Lots of real life data to ponder. :thumbup:


----------



## g-man (Jun 15, 2017)

Virigniagal, they dont post their price online. For some reason they want you call for pricing. I dont understand why.

Ridgerunner, I do keep a chart of the values over the years. It is not apples to apples since I was using logan in the past which is M3 and then I switched to the AA/Olsen (2020). Values like pH, the method doesnt matter, but Ca, K and P do.










The pH seems to be bouncing around. I will need 6 values decreasing to call it a trend (per control chart rules). I'm not sure if it is sampling variance. I try to take samples front and back in equal quantity, but there is always that potential. Another hypothesis I have is years that are more dry, I use more irrigation. I have hard water (25 grains), so I'm not sure how much that can affect.

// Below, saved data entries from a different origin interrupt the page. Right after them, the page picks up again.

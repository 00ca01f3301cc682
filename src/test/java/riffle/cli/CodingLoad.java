package riffle.cli;

import com.fasterxml.jackson.databind.JsonNode;
import java.io.IOException;
import java.util.ArrayDeque;
import java.util.ArrayList;
import java.util.Arrays;
import java.util.Deque;
import java.util.HashMap;
import java.util.HashSet;
import java.util.List;
import java.util.Locale;
import java.util.Map;
import java.util.Random;
import java.util.Set;
import java.util.concurrent.ExecutorService;
import java.util.concurrent.Executors;
import java.util.concurrent.Future;
import java.util.function.BooleanSupplier;

/**
 * Coders working through a server's API at once, each on answers of their own: giving and taking
 * off codes, undoing their own last change, and reading the answer list and the search (which make
 * the server's index catch up). Each coder keeps what the server acknowledged — the assignments it
 * should hold, and the stack of edits that undo takes back — and at the end the server's
 * assignments are compared with it. Seeded: the same seed makes the same requests. Coders are named
 * after the seed: runs with different seeds and codes do not undo each other's edits.
 */
final class CodingLoad {
  /**
   * What a run measured.
   *
   * @param requests requests sent (changes and reads)
   * @param seconds wall time of the run
   * @param changeMillis latencies of the changes (give, take off, undo), sorted
   * @param readMillis latencies of the reads, sorted
   * @param refused requests answered other than 2xx
   * @param lost acknowledged assignments the server does not hold at the end
   * @param extra assignments the server holds that no acknowledged change left
   * @param undoWrong undos whose outcome differed from the coder's own stack
   */
  record Result(
      int requests,
      double seconds,
      double[] changeMillis,
      double[] readMillis,
      int refused,
      int lost,
      int extra,
      int undoWrong) {
    double perSecond() {
      return requests / seconds;
    }

    static double percentile(double[] sorted, double p) {
      if (sorted.length == 0) {
        return Double.NaN;
      }
      int i = (int) Math.ceil(p * sorted.length) - 1;
      return sorted[Math.max(0, Math.min(sorted.length - 1, i))];
    }

    String summary() {
      return String.format(
          Locale.ROOT,
          "%d requests in %.1f s (%.0f/s); changes p50 %.1f ms, p99 %.1f ms, max %.1f ms; reads"
              + " p50 %.1f ms, p99 %.1f ms; refused %d, lost %d, extra %d, undo mismatches %d",
          requests,
          seconds,
          perSecond(),
          percentile(changeMillis, 0.5),
          percentile(changeMillis, 0.99),
          percentile(changeMillis, 1.0),
          percentile(readMillis, 0.5),
          percentile(readMillis, 0.99),
          refused,
          lost,
          extra,
          undoWrong);
    }
  }

  private record Edit(long answer, long code, boolean after) {}

  private CodingLoad() {}

  /**
   * Runs {@code coders} coders over {@code answers} (coder i takes every answer at positions i, i +
   * coders …) and {@code codes}: each sends at least {@code least} requests, and goes on while
   * {@code meanwhile} holds, up to {@code most}.
   */
  static Result run(
      ServerClient api,
      List<Long> answers,
      List<Long> codes,
      int coders,
      int least,
      int most,
      BooleanSupplier meanwhile,
      long seed)
      throws Exception {
    ExecutorService pool = Executors.newFixedThreadPool(coders);
    List<Future<Coder>> running = new ArrayList<>();
    long start = System.nanoTime();
    for (int i = 0; i < coders; i++) {
      List<Long> own = new ArrayList<>();
      for (int k = i; k < answers.size(); k += coders) {
        own.add(answers.get(k));
      }
      Coder c = new Coder(api, "coder-" + seed + "-" + i, own, codes, new Random(seed + i));
      running.add(pool.submit(() -> c.work(least, most, meanwhile)));
    }
    List<Coder> done = new ArrayList<>();
    for (Future<Coder> f : running) {
      done.add(f.get());
    }
    pool.shutdown();
    double seconds = (System.nanoTime() - start) / 1e9;

    Map<Long, Set<Long>> expected = new HashMap<>();
    List<Double> changes = new ArrayList<>();
    List<Double> reads = new ArrayList<>();
    int requests = 0;
    int refused = 0;
    int undoWrong = 0;
    for (Coder c : done) {
      c.has.forEach(
          (answer, set) -> expected.computeIfAbsent(answer, k -> new HashSet<>()).addAll(set));
      changes.addAll(c.changeMillis);
      reads.addAll(c.readMillis);
      requests += c.requests;
      refused += c.refused;
      undoWrong += c.undoWrong;
    }
    Set<Long> watched = new HashSet<>(codes);
    Map<Long, Set<Long>> actual = assignments(api, answers, watched);
    int lost = 0;
    int extra = 0;
    for (long answer : answers) {
      Set<Long> want = expected.getOrDefault(answer, Set.of());
      Set<Long> got = actual.getOrDefault(answer, Set.of());
      for (long code : want) {
        if (!got.contains(code)) {
          lost++;
        }
      }
      for (long code : got) {
        if (!want.contains(code)) {
          extra++;
        }
      }
    }
    return new Result(
        requests, seconds, sorted(changes), sorted(reads), refused, lost, extra, undoWrong);
  }

  private static double[] sorted(List<Double> values) {
    double[] out = values.stream().mapToDouble(Double::doubleValue).toArray();
    Arrays.sort(out);
    return out;
  }

  /** The server's assignments of {@code codes} to {@code answers}. */
  static Map<Long, Set<Long>> assignments(ServerClient api, List<Long> answers, Set<Long> codes)
      throws IOException, InterruptedException {
    Map<Long, Set<Long>> out = new HashMap<>();
    for (int from = 0; from < answers.size(); from += 200) {
      List<Long> part = answers.subList(from, Math.min(answers.size(), from + 200));
      StringBuilder ids = new StringBuilder();
      for (long id : part) {
        ids.append(ids.length() == 0 ? "" : ",").append(id);
      }
      ServerClient.Answer a = api.get("/api/assignments?answers=" + ids);
      if (!a.ok()) {
        throw new IllegalStateException("assignments could not be read: " + a.body());
      }
      JsonNode all = a.json().get("assignments");
      for (long id : part) {
        JsonNode list = all.get(Long.toString(id));
        if (list != null) {
          for (JsonNode x : list) {
            long code = x.get("code_id").asLong();
            if (codes.contains(code)) {
              out.computeIfAbsent(id, k -> new HashSet<>()).add(code);
            }
          }
        }
      }
    }
    return out;
  }

  /** One coder: a thread of requests and what the server acknowledged to it. */
  private static final class Coder {
    private final ServerClient api;
    private final String name;
    private final List<Long> answers;
    private final List<Long> codes;
    private final Random random;
    final Map<Long, Set<Long>> has = new HashMap<>();
    private final Deque<Edit> edits = new ArrayDeque<>();
    final List<Double> changeMillis = new ArrayList<>();
    final List<Double> readMillis = new ArrayList<>();
    int requests;
    int refused;
    int undoWrong;

    Coder(ServerClient api, String name, List<Long> answers, List<Long> codes, Random random) {
      this.api = api;
      this.name = name;
      this.answers = answers;
      this.codes = codes;
      this.random = random;
    }

    Coder work(int least, int most, BooleanSupplier meanwhile)
        throws IOException, InterruptedException {
      for (int i = 0; i < most && (i < least || meanwhile.getAsBoolean()); i++) {
        int roll = random.nextInt(10);
        if (roll < 6) {
          toggle();
        } else if (roll < 8) {
          undo();
        } else {
          read();
        }
      }
      return this;
    }

    private void toggle() throws IOException, InterruptedException {
      long answer = answers.get(random.nextInt(answers.size()));
      long code = codes.get(random.nextInt(codes.size()));
      boolean give = !has.getOrDefault(answer, Set.of()).contains(code);
      Map<String, Object> body = Map.of("coder", name, "answer", answer, "code", code);
      ServerClient.Answer a =
          timed(
              changeMillis,
              () -> api.post(give ? "/api/assignments" : "/api/assignments/remove", body));
      if (!a.ok()) {
        refused++;
        return;
      }
      if (a.json().get("outcome").get("edit").asLong() != 0) {
        edits.push(new Edit(answer, code, give));
      }
      set(answer, code, give);
    }

    private void undo() throws IOException, InterruptedException {
      ServerClient.Answer a =
          timed(changeMillis, () -> api.post("/api/undo", Map.of("coder", name)));
      if (!a.ok()) {
        refused++;
        return;
      }
      boolean undid = a.json().get("edit").asLong() != 0;
      if (undid != !edits.isEmpty() || a.json().get("skipped").asInt() != 0) {
        undoWrong++;
      }
      if (undid && !edits.isEmpty()) {
        Edit e = edits.pop();
        set(e.answer(), e.code(), !e.after());
      }
    }

    private void read() throws IOException, InterruptedException {
      long code = codes.get(random.nextInt(codes.size()));
      String path =
          random.nextBoolean()
              ? "/api/answers?limit=20&code=" + code
              : "/api/search?limit=20&q=" + ServerClient.q("delivery OR price");
      ServerClient.Answer a = timed(readMillis, () -> api.get(path));
      if (!a.ok()) {
        refused++;
      }
    }

    private void set(long answer, long code, boolean on) {
      Set<Long> s = has.computeIfAbsent(answer, k -> new HashSet<>());
      if (on) {
        s.add(code);
      } else {
        s.remove(code);
      }
    }

    private interface Request {
      ServerClient.Answer send() throws IOException, InterruptedException;
    }

    private ServerClient.Answer timed(List<Double> into, Request r)
        throws IOException, InterruptedException {
      long t = System.nanoTime();
      ServerClient.Answer a = r.send();
      into.add((System.nanoTime() - t) / 1e6);
      requests++;
      return a;
    }
  }
}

P is at the point I would like to keep it at.

Mg? I'm not sure what is going on with Mg. Maybe the calcium from the hardwater?

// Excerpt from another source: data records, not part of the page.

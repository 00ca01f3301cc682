package riffle.cli;

import static org.junit.jupiter.api.Assertions.assertArrayEquals;
import static org.junit.jupiter.api.Assertions.assertEquals;
import static org.junit.jupiter.api.Assertions.assertFalse;
import static org.junit.jupiter.api.Assertions.assertTrue;

import com.fasterxml.jackson.databind.JsonNode;
import java.io.ByteArrayInputStream;
import java.io.ByteArrayOutputStream;
import java.io.IOException;
import java.io.InputStream;
import java.io.PrintStream;
import java.net.URISyntaxException;
import java.nio.charset.StandardCharsets;
import java.nio.file.Files;
import java.nio.file.Path;
import java.util.ArrayList;
import java.util.List;
import org.junit.jupiter.api.Test;
import org.junit.jupiter.api.io.TempDir;
import org.junit.jupiter.params.ParameterizedTest;
import org.junit.jupiter.params.provider.CsvSource;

I do use foliar FEature sometimes thru the year, which has micros. But the rate I use are in 1-2oz of FEature. It has the micros at 4-6% by weight, so the rate is so low that it wont impact the soil.

Potassium is the most variable. I think it has to be some competition for exchange sites plus the same hard water comment. I dont really know, but I will continue to add more.


----------